The majority of Muslims in Europe also comes from three regions in the world, which determines the course of future immigration. The largest ethnic group is Arab, comprising approximately 45 percent of European Muslims, followed by Muslims of Turkish and South Asian descent. The groups are unevenly distributed, based on each European nation’s immigrant history. In France and the United Kingdom, for example, Muslim populations began arriving from former colonies in the middle of the twentieth century, leading to a predominately North African ethnic group in France and a South Asian migrant population in the United Kingdom. In contrast, the Muslim community in Germany began with an influx of mainly Turkish “guest-workers” during the postwar economic boom. Although immigrants currently arrive in Europe from all over the world, the countries with established Muslim populations tend to attract more people from the same ethnic background. Among current European Union member states, only Greece has a significant indigenous population of Muslims, residing primarily in Thrace.

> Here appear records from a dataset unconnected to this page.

export async function checkIn(deps: CheckInDeps, logger: DeviceLogger, body: CheckInRequest, ctx: CheckInContext): Promise<CheckInResponse> {
  const { sequelize } = deps;
  const now = deps.now();
  const releases = await deps.releases.get(logger.modelId);
  const byId = new Map(releases.map((r) => [r.id, r]));
  const stops: TripOutcome[] = [];

  const result = await sequelize.transaction(async (t) => {
    // 1. Latest state and history.
    const [updated] = await sequelize.query<{ supplyV: number | null }>(
      `UPDATE loggers SET firmware = :firmware, reported_board = :board, security_counter = :securityCounter,
              supply_v = COALESCE(:supplyV, supply_v), readings = COALESCE(CAST(:readings AS jsonb), readings), last_ip = :ip,
              rssi_dbm = COALESCE(:rssi, rssi_dbm), free_heap_b = COALESCE(:heap, free_heap_b), uptime_s = COALESCE(:uptime, uptime_s),
              config_version = COALESCE(:configVersion, config_version), last_reset_reason = COALESCE(:resetReason, last_reset_reason),
              last_seen_at = :now, last_check_in_at = :now, check_in_count = check_in_count + 1, updated_at = :now
        WHERE id = :id RETURNING supply_v AS "supplyV"`,
      {
        transaction: t,
        type: QueryTypes.SELECT,
        replacements: {
          id: logger.id,
          firmware: body.firmware,
          board: body.board,
          securityCounter: body.security_counter,
          supplyV: body.supply_v ?? null,
          readings: body.readings ? JSON.stringify(body.readings) : null,
          ip: ctx.ip,
          rssi: body.rssi_dbm ?? null,
          heap: body.free_heap_b ?? null,
          uptime: body.uptime_s ?? null,
          configVersion: body.config_version ?? null,
          resetReason: body.reset_reason ?? null,
          now,
        },
      },
    );
    const resets = resetsOf(body);
    await sequelize.query(
      `INSERT INTO check_ins (logger_id, at, firmware, board, security_counter, supply_v, readings, reset_reason, resets, rssi_dbm, free_heap_b, uptime_s, config_version, ip)
       VALUES (:id, :now, :firmware, :board, :securityCounter, :supplyV, CAST(:readings AS jsonb), :resetReason, CAST(:resets AS jsonb), :rssi, :heap, :uptime, :configVersion, :ip)`,
      {
        transaction: t,
        replacements: {
          id: logger.id,
          now,
          firmware: body.firmware,
          board: body.board,
          securityCounter: body.security_counter,
          supplyV: body.supply_v ?? null,
          readings: body.readings ? JSON.stringify(body.readings) : null,
          resetReason: body.reset_reason ?? null,
          resets: resets ? JSON.stringify(resets) : null,
          rssi: body.rssi_dbm ?? null,
          heap: body.free_heap_b ?? null,
          uptime: body.uptime_s ?? null,
          configVersion: body.config_version ?? null,
          ip: ctx.ip,
        },
      },
    );

    // 2–4. Reports, confirmation, rollback, stop. Each release whose figures may change is locked first.
    let rows = await reportsOf(sequelize, t, logger.id);
    const report = body.report;
    const reportRelease = report ? byId.get(report.release) : undefined;
    const pending = rows.filter((r) => r.state === 'installed' && r.confirmedAt === null && byId.has(r.releaseId));
    const touched = new Set<string>();
    if (report && reportRelease) touched.add(reportRelease.id);
    for (const r of pending) touched.add(r.releaseId);

    if (touched.size > 0) {
      // Lock in a fixed order (by id), so two check-ins touching the same releases cannot deadlock.
      const locked = new Map<string, NonNullable<Awaited<ReturnType<typeof lockRelease>>>>();
      for (const id of [...touched].sort()) {
        const l = await lockRelease(sequelize, t, id);
        if (l) locked.set(id, l);
      }
      const finished = new Set<string>();

      if (report && reportRelease && locked.has(reportRelease.id)) {
        const [row] = await sequelize.query<ReportRow>(
          `SELECT release_id AS "releaseId", state, reason, updated_at AS "updatedAt", retried_at AS "retriedAt", confirmed_at AS "confirmedAt"
             FROM install_reports WHERE logger_id = :loggerId AND release_id = :releaseId FOR UPDATE`,
          { transaction: t, type: QueryTypes.SELECT, replacements: { loggerId: logger.id, releaseId: reportRelease.id } },
        );
        const stored = row ? { ...row, updatedAt: new Date(row.updatedAt), retriedAt: row.retriedAt ? new Date(row.retriedAt) : null } : null;
        const change = applyReport(stored, report.state, report.reason ?? null);
        if (change.apply) {
          const detail = change.state === 'failed' ? (report.detail ?? null) : null;
          const finishedAt = change.state === 'installed' || change.state === 'failed' ? now : null;
          await sequelize.query(
            `INSERT INTO install_reports (logger_id, release_id, state, reason, detail, offered_at, updated_at, finished_at, confirmed_at)
             VALUES (:loggerId, :releaseId, :state, :reason, :detail, :now, :now, :finishedAt, NULL)
             ON CONFLICT (logger_id, release_id) DO UPDATE SET state = EXCLUDED.state, reason = EXCLUDED.reason, detail = EXCLUDED.detail,
               updated_at = EXCLUDED.updated_at, finished_at = EXCLUDED.finished_at,
               confirmed_at = CASE WHEN :newAttempt THEN NULL ELSE install_reports.confirmed_at END`,
            {
              transaction: t,
              replacements: {
                loggerId: logger.id,
                releaseId: reportRelease.id,
                state: change.state,
                reason: change.reason,
                detail,
                now,
                finishedAt,
                newAttempt: change.newAttempt,
              },
            },
          );
          if (isFinished(change.state, change.reason)) finished.add(reportRelease.id);
        }
      }

      // Confirmation and rollback of installed reports, now that this check-in says what runs.
      rows = await reportsOf(sequelize, t, logger.id);
      for (const r of rows) {
        if (r.state !== 'installed' || r.confirmedAt !== null || !locked.has(r.releaseId)) continue;
        const rel = locked.get(r.releaseId)!;
        const reportedNow = report?.release === r.releaseId && report.state === 'installed';
        const outcome = afterInstalled(body.firmware, rel.version, reportedNow);
        if (outcome === 'confirmed') {
          await sequelize.query('UPDATE install_reports SET confirmed_at = :now WHERE logger_id = :loggerId AND release_id = :releaseId', {
            transaction: t,
            replacements: { now, loggerId: logger.id, releaseId: r.releaseId },
          });
          finished.add(r.releaseId); // the reset-rate cohort grew
        } else if (outcome === 'rolled_back') {
          await sequelize.query(
            `UPDATE install_reports SET state = 'failed', reason = 'other', detail = :detail, updated_at = :now, finished_at = :now
              WHERE logger_id = :loggerId AND release_id = :releaseId`,
            { transaction: t, replacements: { detail: ROLLBACK_DETAIL, now, loggerId: logger.id, releaseId: r.releaseId } },
          );
          finished.add(r.releaseId);
        }
      }

      for (const id of finished) {
        const stop = await tripIfCrossed(sequelize, t, locked.get(id)!, { now, retentionDays: retentionDays(), requestId: ctx.requestId });
        if (stop) stops.push(stop);
      }
      rows = await reportsOf(sequelize, t, logger.id);
    }

    // 4b. Watchdog and brown-out resets on a release this logger confirmed: judge the release's reset rate.
    const resetsNow = (resets?.watchdog ?? 0) + (resets?.brownout ?? 0);
    if (resetsNow > 0 && deps.resetChecks) {
      const running = releases.find(
        (r) => r.version === body.firmware && ['pilot', 'widening', 'complete'].includes(r.state) && rows.some((x) => x.releaseId === r.id && x.confirmedAt !== null),
      );
      const last = running ? deps.resetChecks.get(running.id) : undefined;
      if (running && !stops.some((h) => h.release.id === running.id) && (last === undefined || now.getTime() - last >= RESET_CHECK_EVERY_MS)) {
        deps.resetChecks.set(running.id, now.getTime());
        // SKIP LOCKED: another check-in holding the release is judging it already, and waiting here in
        // another lock order could deadlock with it.
        const locked = await lockRelease(sequelize, t, running.id, { skipLocked: true });
        const stop = locked ? await tripIfCrossed(sequelize, t, locked, { now, retentionDays: retentionDays(), requestId: ctx.requestId }) : null;
        if (stop) stops.push(stop);
      }
    }

    // 5. The offer, on the releases as this transaction left them (a stop just made applies now).
    const current = releases.map((r) => {
      const h = stops.find((x) => x.release.id === r.id);
      return h ? { ...r, state: h.release.state, share: h.release.share, resumeState: h.release.resumeState } : r;
    });
    const lastReports: Record<string, LastInstallReport | undefined> = {};
    for (const r of rows) {
      if (r.state === 'offered' || retriedSince(r)) continue;
      lastReports[r.releaseId] = { state: r.state as Exclude<StoredState, 'offered'>, reason: (r.reason as LastInstallReport['reason']) ?? null };
    }
    const decision = decideOffer({
      logger: {
        id: logger.id,
        status: logger.status,
        siteId: logger.siteId,
        board: body.board,
        channel: logger.channel,
        firmware: body.firmware,
        securityCounter: body.security_counter,
        supplyV: updated?.supplyV === null || updated?.supplyV === undefined ? null : Number(updated.supplyV),
        minUpdateSupplyV: logger.minUpdateSupplyV,
        siteCoordinates: logger.latitude !== null && logger.longitude !== null ? { latitude: logger.latitude, longitude: logger.longitude } : null,
      },
      releases: current,
      lastReports,
      now,
    });
    if (decision.offer) {
      await sequelize.query(
        `INSERT INTO install_reports (logger_id, release_id, state, offered_at, updated_at) VALUES (:loggerId, :releaseId, 'offered', :now, :now)
         ON CONFLICT (logger_id, release_id) DO NOTHING`,
        { transaction: t, replacements: { loggerId: logger.id, releaseId: decision.offer.id, now } },
      );
    }

    // 6. The measurement profile when the logger runs an older one (or does not say).
    let config: DeviceConfig | null = null;
    const profile = await profileOf(sequelize, t, logger.id);
    if (profile && (body.config_version === undefined || body.config_version < profile.version)) config = profile;

    return { offer: decision.offer ? offerOf(decision.offer) : null, config };
  });

  for (const h of stops) {
    deps.releases.invalidate(h.release.modelId);
    deps.mailer.send(h.mail).catch((err) => deps.logger.error({ err, releaseId: h.release.id }, 'stop e-mail not sent'));
    deps.logger.warn({ releaseId: h.release.id, reason: h.reason }, 'release tripped');
  }

  return {
    server_time: now.toISOString().replace(/\.\d{3}Z$/, 'Z'),
    next_check_in_s: nextCheckInSeconds(logger.checkInIntervalS, deps.random(), deps.stretch()),
    config: result.config,
    offer: result.offer,
  };
}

Another feature of European Muslims is their relatively low socioeconomic status.11 As immigrants, the majority of European Muslims came with very low labor skills from underdeveloped nations. This reality, combined with the low standards of education and fewer job opportunities, explains the poor economic performance of immigrant Muslims. Furthermore, across Europe, Muslim immigrant populations are often concentrated in segregated, urban areas, which are plagued with delinquency, crime, and deteriorated living conditions. Additionally, the high density of immigrants from one ethnic group in specific areas raises the question of separatism and ghettoization. In the Netherlands, for example, almost all of its 850,000 Muslims live in the country’s four major cities of Amsterdam, Rotterdam, Utrecht, and the Hague, where they make up 30 percent of the population overall.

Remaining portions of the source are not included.